According to the EEOC, federal laws regarding equal employment opportunity generally do not prevent employers from requiring employees who physically enter the workplace to be vaccinated.
But as is the case for so many other general rules, there are exceptions. And covered employers who proceed without full knowledge of the exceptions do so at their own peril.
Sometimes, an employer’s desire to have a fully vaccinated workforce must yield to applicable reasonable accommodation requirements of Title VII or the ADA.
No Hard and Fast Rules
The newest guidance addresses limitations set by Title VII. More specifically, it talks about limits set by Title VII’s ban on religious discrimination.
Under Title VII, both applicants and employees can request an exception from a generally applicable vaccine requirement as a reasonable accommodation on the basis of a sincerely held religious belief.
They need not use any specifically designated language when doing so.
They just need to make it clear that there is a conflict between the vaccination requirement and their sincerely held religious beliefs, practices or observances.
Best Practice
Best practice for employers, according to the agency: Tell applicants and employees whom to contact and the procedures they should use to request a religious exemption from a vaccine rule.
Does the existence of a religious exemption from a generally applicable vaccine requirement open a door that even those without sincerely held religious beliefs can pass through? What can employers do to ensure that the objection is really based on a sincere religious belief?
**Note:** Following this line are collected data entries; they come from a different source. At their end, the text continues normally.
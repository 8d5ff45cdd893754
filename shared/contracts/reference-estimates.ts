import { z } from 'zod';
import { colourSchema, idSchema, personSchema } from './common.ts';

/** A class that a reference point may be given. */
export const referenceClassSchema = z.object({
  id: idSchema,
  code: z.number().int(),
  name: z.string(),
  colour: colourSchema,
});

/** Where a figure comes from: the formula, who published it, and what went in. */
export const howSchema = z.object({
  formula: z.string(),
  source: z.string(),
  inputs: z.array(z.object({ name: z.string(), value: z.union([z.number(), z.string()]).nullable() })),
});
export type How = z.infer<typeof howSchema>;

const intervalSchema = z.object({ low: z.number(), high: z.number() });
/** A design-based figure. Null is "undefined", never 0. */
export const designFigureSchema = z.object({
  value: z.number().nullable(),
  standardError: z.number().nullable(),
  low: z.number().nullable(),
  high: z.number().nullable(),
  /** Points behind the denominator. */
  n: z.number().int(),
  /** Too few points for the large-sample interval; see `warning`. */
  isFragile: z.boolean(),
  /** Interval to quote where the figure is fragile; allows for what no point has shown. */
  cautious: intervalSchema.nullable(),
  how: howSchema,
});
export type DesignFigure = z.infer<typeof designFigureSchema>;

export const estimatesClassSchema = z.object({
  classId: idSchema,
  code: z.number().int(),
  name: z.string(),
  colour: z.string(),
  mappedPoints: z.number().int(),
  referencePoints: z.number().int(),
  users: designFigureSchema,
  producers: designFigureSchema,
  f1: designFigureSchema,
  areaShare: designFigureSchema,
  areaHa: designFigureSchema,
  mappedAreaHa: z.number(),
  /** Estimate less map. */
  differenceHa: z.number().nullable(),
  warning: z.string().nullable(),
});
export const estimatesSchema = z.object({
  designId: idSchema,
  runId: idSchema,
  digest: z.string(),
  /** How the design was drawn and what became of its points. */
  design: z.object({
    n: z.number().int(),
    used: z.number().int(),
    unsettled: z.number().int(),
    decided: z.number().int(),
    seed: z.number().int(),
    minSpacingMeters: z.number(),
    totalAreaHa: z.number(),
    strata: z.array(
      z.object({
        code: z.number().int(),
        name: z.string(),
        colour: z.string(),
        pixels: z.number().int(),
        areaHa: z.number(),
        weight: z.number(),
        drawn: z.number().int(),
        used: z.number().int(),
      }),
    ),
  }),
  /** Names the rows of both matrices: the classes, and what the map left unclassified where there is any (classId null). */
  rows: z.array(
    z.object({ classId: idSchema.nullable(), code: z.number().int(), name: z.string(), colour: z.string() }),
  ),
  /** Names the columns. */
  columns: z.array(referenceClassSchema),
  /** counts[mapped][reference]: rows are the mapped class, columns the reference class. */
  counts: z.array(z.array(z.number().int())),
  /** Estimated share of the area in each cell; null when a stratum has no usable point. */
  proportions: z.array(z.array(z.number())).nullable(),
  overall: designFigureSchema,
  kappa: designFigureSchema.extend({ caution: z.string() }),
  quantityDisagreement: designFigureSchema,
  allocationDisagreement: designFigureSchema,
  perClass: z.array(estimatesClassSchema),
  /** The map counted right also where it shows the interpreter's second choice: lenient, quoted beside and never instead. */
  eitherLabel: z.object({
    overall: designFigureSchema,
    perClass: z.array(z.object({ classId: idSchema, users: designFigureSchema, producers: designFigureSchema })),
  }),
  /** The project's target, against the interval of overall accuracy. */
  target: z.object({ overall: z.number(), verdict: z.enum(['met', 'missed', 'uncertain']) }).nullable(),
  /** Why there are no estimates, where there are none. */
  problem: z.string().nullable(),
  cautions: z.array(z.string()),
});
export type Estimates = z.infer<typeof estimatesSchema>;

export const agreementFigureSchema = z.object({
  value: z.number().nullable(),
  standardError: z.number().nullable(),
  low: z.number().nullable(),
  high: z.number().nullable(),
  n: z.number().int(),
  how: howSchema,
});
export const agreementSchema = z.object({
  designId: idSchema,
  interpreters: z.array(z.object({ person: personSchema.nullable(), answered: z.number().int() })),
  /** Points with at least two answers. */
  nPoints: z.number().int(),
  raw: agreementFigureSchema,
  /** Each pair of interpreters who share points; indices into `interpreters`. */
  cohen: z.array(z.object({ first: z.number().int(), second: z.number().int(), figure: agreementFigureSchema })),
  fleiss: agreementFigureSchema,
  krippendorff: agreementFigureSchema,
  /** By class in the design's order: `answers` name it, and another answer of the same point agrees so often. */
  perClass: z.array(
    z.object({ class: referenceClassSchema, answers: z.number().int(), figure: agreementFigureSchema }),
  ),
  /** answers[first][second] of the two interpreters with most points in common, by class in the design's order. */
  matrix: z.array(z.array(z.number().int())).nullable(),
  cautions: z.array(z.string()),
});
export type Agreement = z.infer<typeof agreementSchema>;

export const compareMapsQuerySchema = z.object({
  /** The other run; the first is the one the design was drawn for. */
  runId: idSchema,
});
/** Two maps judged on the same reference points. */
export const mapComparisonSchema = z.object({
  designId: idSchema,
  first: z.object({ runId: idSchema, number: z.number().int(), overall: z.number() }),
  second: z.object({ runId: idSchema, number: z.number().int(), overall: z.number() }),
  n: z.number().int(),
  /** First less second. */
  difference: z.number(),
  standardError: z.number().nullable(),
  low: z.number().nullable(),
  high: z.number().nullable(),
  covariance: z.number().nullable(),
  pValue: z.number().nullable(),
  /** Points only the first, only the second map has right. */
  onlyFirstRight: z.number().int(),
  onlySecondRight: z.number().int(),
  /** On plain counts; null when the maps are right at the same points. */
  mcNemar: z
    .object({
      chiSquare: z.number(),
      pValue: z.number(),
      exactPValue: z.number(),
      /** Which p to quote. */
      quoted: z.enum(['exact', 'chi-square']),
    })
    .nullable(),
  how: z.array(howSchema),
  cautions: z.array(z.string()),
});
export type MapComparison = z.infer<typeof mapComparisonSchema>;

export const compareKappasQuerySchema = z.object({
  /** The other design, drawn independently of the first. */
  designId: idSchema,
});
/** Kappas of two maps judged by independent designs. */
export const kappaComparisonSchema = z.object({
  first: z.object({
    designNumber: z.number().int(),
    runNumber: z.number().int(),
    kappa: z.number(),
    standardError: z.number(),
  }),
  second: z.object({
    designNumber: z.number().int(),
    runNumber: z.number().int(),
    kappa: z.number(),
    standardError: z.number(),
  }),
  z: z.number(),
  pValue: z.number(),
  how: howSchema,
  caution: z.string(),
});
export type KappaComparison = z.infer<typeof kappaComparisonSchema>;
On these questions, the agency says first that employers should generally assume that a request for a religious accommodation is based on a sincerely held religious belief.
If employers were required to make that assumption unconditionally and in all cases, it would be easy for dishonest applicants or employees to avert a vaccine requirement simply by falsely asserting the existence of a sincerely held religious belief.
The guidance addresses this concern. Specifically, it says employers who have an “objective basis” to question either the religious nature or the sincerity of an asserted religious belief can make “a limited factual inquiry and [seek] additional supporting information.”
Employers also need to remember that Title VII’s definition of “religion” includes “nontraditional religious beliefs that may be unfamiliar to employers.”
Not Just Traditional Religions
Translation: Employers cannot deny a request for a religious exemption just because they have never heard of the employee’s religion. At the same time, it is clear that a request based on one’s personal preferences or one’s social, political or economic views is not a request for a religious exemption.
An employer is not required to grant a request for a religious exemption if granting the exemption would cause an undue hardship on its operations. The guidance notes that employers can meet this threshold by showing that granting the request would cause it to incur more than a minimal cost.
Undue hardship may exist if granting the request would impair workplace safety or diminish efficiency in other jobs, it adds.
More info: bit.ly/3H27jkE.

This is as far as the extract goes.